Dissociating Landmark Stability from Orienting Value Using Functional Magnetic Resonance Imaging

Abstract

Retrosplenial cortex (RSC) plays a role in using environmental landmarks to help orientate oneself in space. It has also been consistently implicated in processing landmarks that remain fixed in a permanent location. However, it is not clear whether the RSC represents the permanent landmarks themselves or instead the orienting relevance of these landmarks. In previous functional magnetic resonance imaging (fMRI) studies, these features have been conflated-stable landmarks were always useful for orienting. Here, we dissociated these two key landmark attributes to investigate which one best reflects the function of the RSC. Before scanning, participants learned the features of novel landmarks about which they had no prior knowledge. During fMRI scanning, we found that the RSC was more engaged when people viewed permanent compared with transient landmarks and was not responsive to the orienting relevance of landmarks. Activity in RSC was also related to the amount of landmark permanence information a person had acquired and, as knowledge increased, the more the RSC drove responses in the anterior thalamus while viewing permanent landmarks. In contrast, the angular gyrus and the hippocampus were engaged by the orienting relevance of landmarks, but not their permanence, with the hippocampus also sensitive to the distance between relevant landmarks and target locations. We conclude that the coding of permanent landmarks in RSC may drive processing in regions like anterior thalamus, with possible implications for the efficacy of functions such as navigation.

Figure 1.. The four experimental conditions. Landmarks varied in terms of their permanence and orienting relevance. For each condition, four example computer screens are shown to represent four different occasions when this stimulus was presented during learning. Permanent landmarks (left/blue) were always positioned in the exact same screen location. Transient landmarks (right/red) appeared in a different place every time. Relevant landmarks (top/darker) could always be used to locate where a treasure chest would be, whereas irrelevant landmarks (bottom/lighter) could not be used to locate the treasure chest.

Figure 2.. The testing phase during fMRI scanning. An item appeared on the screen, and participants were asked about its permanence and also its relevance for locating the treasure chest. The order of questions was randomized, and the way in which the permanence and relevance questions were asked also varied. There was then a jittered 2- to 4-sec interval before the next trial.

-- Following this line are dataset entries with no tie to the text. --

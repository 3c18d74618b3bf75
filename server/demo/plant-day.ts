import type { LineId, ProductId } from '../../core/record/part.ts';
import { Chance } from './chance.ts';
import { hoseLines, type HoseLine } from './stations.ts';

/** A stream leaves its usual level: at once, or slowly from `from` to `until`, when it is repaired. Minutes of the day. */
export interface Trouble {
  readonly station: string;
  readonly characteristic: string;
  readonly from: number;
  readonly until: number;
  readonly course: 'sudden' | 'slow';
  /** The level it comes to. */
  readonly level: number;
}

/** A station cannot reach the server; what it inspects meanwhile waits in its buffer. */
export interface Silence {
  readonly station: string;
  readonly from: number;
  readonly until: number;
}

export interface Changeover {
  readonly line: LineId;
  /** Minute of the day at which the old product's last lot ends. */
  readonly at: number;
  readonly product: ProductId;
}

/** What happens on one day of the demo plant, beside its roster. */
export interface PlantDay {
  readonly troubles: readonly Trouble[];
  readonly silences: readonly Silence[];
  /** A station's buffer ran over: what it found in that minute is gone. */
  readonly losses: readonly { readonly station: string; readonly at: number }[];
  readonly changeovers: readonly Changeover[];
}

const clock = (hours: number, minutes = 0): number => hours * 60 + minutes;

/** Minutes of a day. */
export const dayMinutes = clock(24);

/** The first day is always told the same way: people are shown this one. */
const firstDay: PlantDay = {
  troubles: [
    { station: 'B.leak-test', characteristic: 'tightness', from: clock(6, 28), until: clock(6, 44), course: 'sudden', level: 0.02 },
    { station: 'B.crimping', characteristic: 'pull-off-force', from: clock(7), until: clock(11, 30), course: 'slow', level: 490 },
    { station: 'A.final-inspection', characteristic: 'finish', from: clock(8, 38), until: clock(9), course: 'sudden', level: 0.13 },
    { station: 'K.filling', characteristic: 'fill', from: clock(16, 10), until: clock(16, 40), course: 'sudden', level: 249 },
    { station: 'A.cutting', characteristic: 'surface', from: clock(18, 30), until: clock(20, 30), course: 'slow', level: 4 },
  ],
  silences: [{ station: 'A.leak-test', from: clock(10, 15), until: clock(10, 40) }],
  losses: [{ station: 'K.filling', at: clock(13, 10) }],
  changeovers: [
    { line: 'A', at: clock(9), product: 'BH-5' },
    { line: 'A', at: clock(15), product: 'BH-4' },
    { line: 'B', at: clock(13), product: 'BH-5' },
    { line: 'B', at: clock(21), product: 'BH-4' },
  ],
};

/** Faults that cross a guarantee line for a while, one by one; `on` is the line it befalls. */
type Fault = (on: HoseLine, from: number, chance: Chance) => Trouble;
const leak: Fault = (on, from, chance) => ({ station: `${on}.leak-test`, characteristic: 'tightness', from, until: from + 14 + chance.below(8), course: 'sudden', level: 0.02 });
const weakCrimp: Fault = (on, from, chance) => ({ station: `${on}.crimping`, characteristic: 'pull-off-force', from, until: from + 20 + chance.below(20), course: 'sudden', level: 478 });
const scratches: Fault = (on, from, chance) => ({ station: `${on}.cutting`, characteristic: 'surface', from, until: from + 40 + chance.below(20), course: 'sudden', level: 4.5 });
const badLabels: Fault = (on, from, chance) => ({ station: `${on}.final-inspection`, characteristic: 'finish', from, until: from + 18 + chance.below(8), course: 'sudden', level: 0.13 });
const wornDies: Fault = (on, from, chance) => ({ station: `${on}.crimping`, characteristic: 'pull-off-force', from, until: from + 220 + chance.below(60), course: 'slow', level: 488 });
const wornRollers: Fault = (on, from, chance) => ({ station: `${on}.cutting`, characteristic: 'surface', from, until: from + 180 + chance.below(60), course: 'slow', level: 3.6 });
const lowFill: Fault = (_, from, chance) => ({ station: 'K.filling', characteristic: 'fill', from, until: from + 25 + chance.below(15), course: 'sudden', level: 249 });

/**
 * What happens on a day. Every day has a sudden fault, a strong one, a slow one, a silence, a loss and two
 * changeovers a hose line; when and where differ.
 *
 * @param day whole, 0 for the first
 */
export function plantDay(seed: number, day: number): PlantDay {
  if (day === 0) return firstDay;
  const chance = new Chance(seed, 'day', day);
  const strong = chance.oneOf<HoseLine>(['A', 'B']);
  const other: HoseLine = strong === 'A' ? 'B' : 'A';
  const about = (hours: number): number => clock(hours) + chance.below(50);
  return {
    troubles: [
      chance.oneOf([leak, weakCrimp])(other, about(6), chance),
      chance.oneOf([wornDies, wornRollers])(other, about(9), chance),
      badLabels(strong, about(10), chance),
      chance.oneOf([lowFill, leak])(strong, about(15), chance),
      chance.oneOf([scratches, weakCrimp])(strong, about(18), chance),
    ],
    silences: [silence(chance.oneOf(['A.leak-test', 'B.leak-test', 'B.final-inspection', 'K.filling']), about(13), chance)],
    losses: [{ station: chance.oneOf(['K.filling', 'B.cutting', 'A.cutting']), at: about(17) }],
    changeovers: hoseLines.flatMap((line) => changeovers(line, chance)),
  };
}

const silence = (station: string, from: number, chance: Chance): Silence => ({ station, from, until: from + 15 + chance.below(15) });

/** To the thicker hose and back, where a lot ends anyway. */
function changeovers(line: LineId, chance: Chance): Changeover[] {
  const away = 7 + 2 * chance.below(4);
  return [
    { line, at: clock(away), product: 'BH-5' },
    { line, at: clock(away + 4 + 2 * chance.below(2)), product: 'BH-4' },
  ];
}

Figure 3.. Brain areas responsive to landmark permanence and relevance—whole-brain univariate analysis. (A) The RSC and posterior parts of POS were more engaged by permanent than transient landmarks. (B) Bilateral clusters in the angular gyrus were more active when people viewed a relevant than an irrelevant landmark. Activations are displayed on a sagittal (A) and axial (B) section of a single representative participant's structural MRI brain scan. The color bars indicate each voxel's associated Z score.

Figure 4.. Hippocampal processing of distance to the treasure and orienting relevance. (A) The hippocampus increased its engagement for landmarks that were associated with a more distant target treasure location. Activations are displayed on sagittal sections of a single representative participant's structural MRI brain scan. The color bar indicates each voxel's Z score. (B) Only the hippocampus had patterns of fMRI activity, which could be used to decode whether a relevant landmark's associated treasure was nearby or farther away. The green dashed line indicates the chance level (50%) for this two-way classification; error bars show the SEM, and * denotes classifications that are significantly above chance (p < .05). RSC = retrosplenial cortex; HC = hippocampus; PHC = parahippocampal cortex; POS = parieto-occipital sulcus; AThal = anterior thalamus.

Figure 5.. RSC connectivity associated with individual differences in permanence knowledge. RSC = retrosplenial cortex; AThal = anterior thalamus. (A) A gPPI analysis showed that, when participants viewed an image of a permanent landmark, the better they had learned landmark permanence, then the more their RSC interacted with AThal. (B) To examine the nature of this RSC–AThal interaction in relation to learning of landmark permanence, we performed a PEB DCM analysis. The winning model (Model 1) indicates that RSC drove activity in AThal in accordance with individuals' learning of landmark permanence.

Figure 6.. MVPA analysis of landmark permanence and relevance. (A) The classification accuracy for decoding between the four types of landmark in each of the ROIs. RSC = retrosplenial cortex; HC = hippocampus; PHC = parahippocampal cortex; POS = parieto-occipital sulcus; AThal = anterior thalamus. Above chance classification was only possible for RSC and hippocampus. To determine which feature each region was particularly sensitive to, additional two-way classifications of landmark permanence and relevance were performed in RSC (B) and hippocampus (C). RSC responses could be used to classify landmark permanence but not relevance, whereas hippocampal activity could be used to classify orienting relevance but not permanence of landmarks. Dashed lines indicate each classification's chance level, error bars show the SEM, and * denotes classifications that are significantly above chance (p < .05).